-- SOURCE DATA --
// usageProblem checks the parsed flags: no arguments, the required flags,
// the choices among fixed words ("" when all is well).
func (f *fitFlags) usageProblem(fs *flag.FlagSet) string {
	if fs.NArg() > 0 {
		return fmt.Sprintf("unexpected argument %q", fs.Arg(0))
	}
	for _, req := range []struct{ name, v string }{{"data FILE (or --parts a.csv,b.csv,...)", *f.dataFile + *f.parts}, {"outcome", *f.outcome}} {
		if req.v == "" {
			return fmt.Sprintf("--%s is required", req.name)
		}
	}
	for _, l := range []struct{ name, v string }{{"predictors", *f.predictors}, {"categories", *f.categories},
		{"nonparallel", *f.nonparallel}, {"parts", *f.parts}} {
		if _, err := listItems(l.v); err != nil {
			return fmt.Sprintf("--%s: %v", l.name, err)
		}
	}
	if _, err := parseMissingCodes(*f.missingCodes); err != nil {
		return "--missing-codes: " + err.Error()
	}
	if _, err := parseGroups(*f.constrained); errors.Is(err, errEmptyGroup) || errors.As(err, new(*emptyItemError)) {
		return "--constrained: " + err.Error()
	}
	for _, c := range []struct{ name, v, a, b string }{
		{"missing", *f.missing, "drop", "refuse"},
		{"weight-kind", *f.weightKind, "frequency", "sampling"},
		{"direction", *f.direction, "forward", "backward"},
	} {
		if c.v != c.a && c.v != c.b {
			return fmt.Sprintf("--%s must be %s or %s, not %q", c.name, c.a, c.b, c.v)
		}
	}
	if _, err := data.ParseDialect(*f.delimiter, *f.decimal); err != nil {
		return "--delimiter/--decimal: " + err.Error()
	}
	if l := *f.level; !(l > 0 && l < 1) {
		// As the plan's report.confidence_level: a probability, never
		// replaced by a default the user did not ask for.
		hint := ""
		if l > 1 && l < 100 {
			hint = fmt.Sprintf(" (for %g%% intervals give %g)", l, l/100)
		}
		return fmt.Sprintf("--confidence-level must be a number strictly between 0 and 1, not %g%s", l, hint)
	}
	if *f.headerRow < 1 {
		return fmt.Sprintf("--header-row must be a sheet row number, 1 or more (got %d)", *f.headerRow)
	}
	if *f.cluster != "" && f.covariance != fit.Clustered {
		// The plan's data.cluster check, in the flags' names.
		return fmt.Sprintf("--cluster: the cluster column is used only with --covariance clustered (--covariance is %s); give --covariance clustered or leave --cluster out", f.covariance)
	}
	if f.fewClusters != fit.NoCorrection && f.covariance != fit.Clustered {
		return fmt.Sprintf("--few-clusters %s corrects clustered errors, but --covariance is %s: give --covariance clustered --cluster COL, or leave --few-clusters out", f.fewClusters, f.covariance)
	}
	switch parts, url := checkedList(*f.parts), *f.queue.url; {
	case len(parts) > 0 && *f.dataFile != "":
		return "give --data (one file) or --parts (the data as several files), not both"
	case url != "" && len(parts) == 0:
		return "--queue needs --parts a.csv,b.csv,... (the files the workers hold and sum the fit over)"
	}
	if (*f.sheet != "" || *f.headerRow != 1) && !f.workbooks() {
		return "--sheet and --header-row are for .xlsx workbooks; the data file is not named *.xlsx"
	}
	return ""
}

// checkedList is the items of a list flag that usageProblem has checked
// (listItems: no empty item).
func checkedList(s string) []string {
	items, _ := listItems(s)
	return items
}

// workbooks reports whether the data files are .xlsx workbooks.
func (f *fitFlags) workbooks() bool {
	files := checkedList(*f.parts)
	if *f.dataFile != "" {
		files = append(files, *f.dataFile)
	}
	for _, p := range files {
		if !data.IsWorkbook(p) {
			return false
		}
	}
	return len(files) > 0
}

-- EXERCISE REQUIREMENTS --
Produce an exact copy of the entries above.

-- SOLUTION --
// usageProblem checks the parsed flags: no arguments, the required flags,
// the choices among fixed words ("" when all is well).
func (f *fitFlags) usageProblem(fs *flag.FlagSet) string {
	if fs.NArg() > 0 {
		return fmt.Sprintf("unexpected argument %q", fs.Arg(0))
	}
	for _, req := range []struct{ name, v string }{{"data FILE (or --parts a.csv,b.csv,...)", *f.dataFile + *f.parts}, {"outcome", *f.outcome}} {
		if req.v == "" {
			return fmt.Sprintf("--%s is required", req.name)
		}
	}
	for _, l := range []struct{ name, v string }{{"predictors", *f.predictors}, {"categories", *f.categories},
		{"nonparallel", *f.nonparallel}, {"parts", *f.parts}} {
		if _, err := listItems(l.v); err != nil {
			return fmt.Sprintf("--%s: %v", l.name, err)
		}
	}
	if _, err := parseMissingCodes(*f.missingCodes); err != nil {
		return "--missing-codes: " + err.Error()
	}
	if _, err := parseGroups(*f.constrained); errors.Is(err, errEmptyGroup) || errors.As(err, new(*emptyItemError)) {
		return "--constrained: " + err.Error()
	}
	for _, c := range []struct{ name, v, a, b string }{
		{"missing", *f.missing, "drop", "refuse"},
		{"weight-kind", *f.weightKind, "frequency", "sampling"},
		{"direction", *f.direction, "forward", "backward"},
	} {
		if c.v != c.a && c.v != c.b {
			return fmt.Sprintf("--%s must be %s or %s, not %q", c.name, c.a, c.b, c.v)
		}
	}
	if _, err := data.ParseDialect(*f.delimiter, *f.decimal); err != nil {
		return "--delimiter/--decimal: " + err.Error()
	}
	if l := *f.level; !(l > 0 && l < 1) {
		// As the plan's report.confidence_level: a probability, never
		// replaced by a default the user did not ask for.
		hint := ""
		if l > 1 && l < 100 {
			hint = fmt.Sprintf(" (for %g%% intervals give %g)", l, l/100)
		}
		return fmt.Sprintf("--confidence-level must be a number strictly between 0 and 1, not %g%s", l, hint)
	}
	if *f.headerRow < 1 {
		return fmt.Sprintf("--header-row must be a sheet row number, 1 or more (got %d)", *f.headerRow)
	}
	if *f.cluster != "" && f.covariance != fit.Clustered {
		// The plan's data.cluster check, in the flags' names.
		return fmt.Sprintf("--cluster: the cluster column is used only with --covariance clustered (--covariance is %s); give --covariance clustered or leave --cluster out", f.covariance)
	}
	if f.fewClusters != fit.NoCorrection && f.covariance != fit.Clustered {
		return fmt.Sprintf("--few-clusters %s corrects clustered errors, but --covariance is %s: give --covariance clustered --cluster COL, or leave --few-clusters out", f.fewClusters, f.covariance)
	}
	switch parts, url := checkedList(*f.parts), *f.queue.url; {
	case len(parts) > 0 && *f.dataFile != "":
		return "give --data (one file) or --parts (the data as several files), not both"
	case url != "" && len(parts) == 0:
		return "--queue needs --parts a.csv,b.csv,... (the files the workers hold and sum the fit over)"
	}
	if (*f.sheet != "" || *f.headerRow != 1) && !f.workbooks() {
		return "--sheet and --header-row are for .xlsx workbooks; the data file is not named *.xlsx"
	}
	return ""
}

// checkedList is the items of a list flag that usageProblem has checked
// (listItems: no empty item).
func checkedList(s string) []string {
	items, _ := listItems(s)
	return items
}

// workbooks reports whether the data files are .xlsx workbooks.
func (f *fitFlags) workbooks() bool {
	files := checkedList(*f.parts)
	if *f.dataFile != "" {
		files = append(files, *f.dataFile)
	}
	for _, p := range files {
		if !data.IsWorkbook(p) {
			return false
		}
	}
	return len(files) > 0
}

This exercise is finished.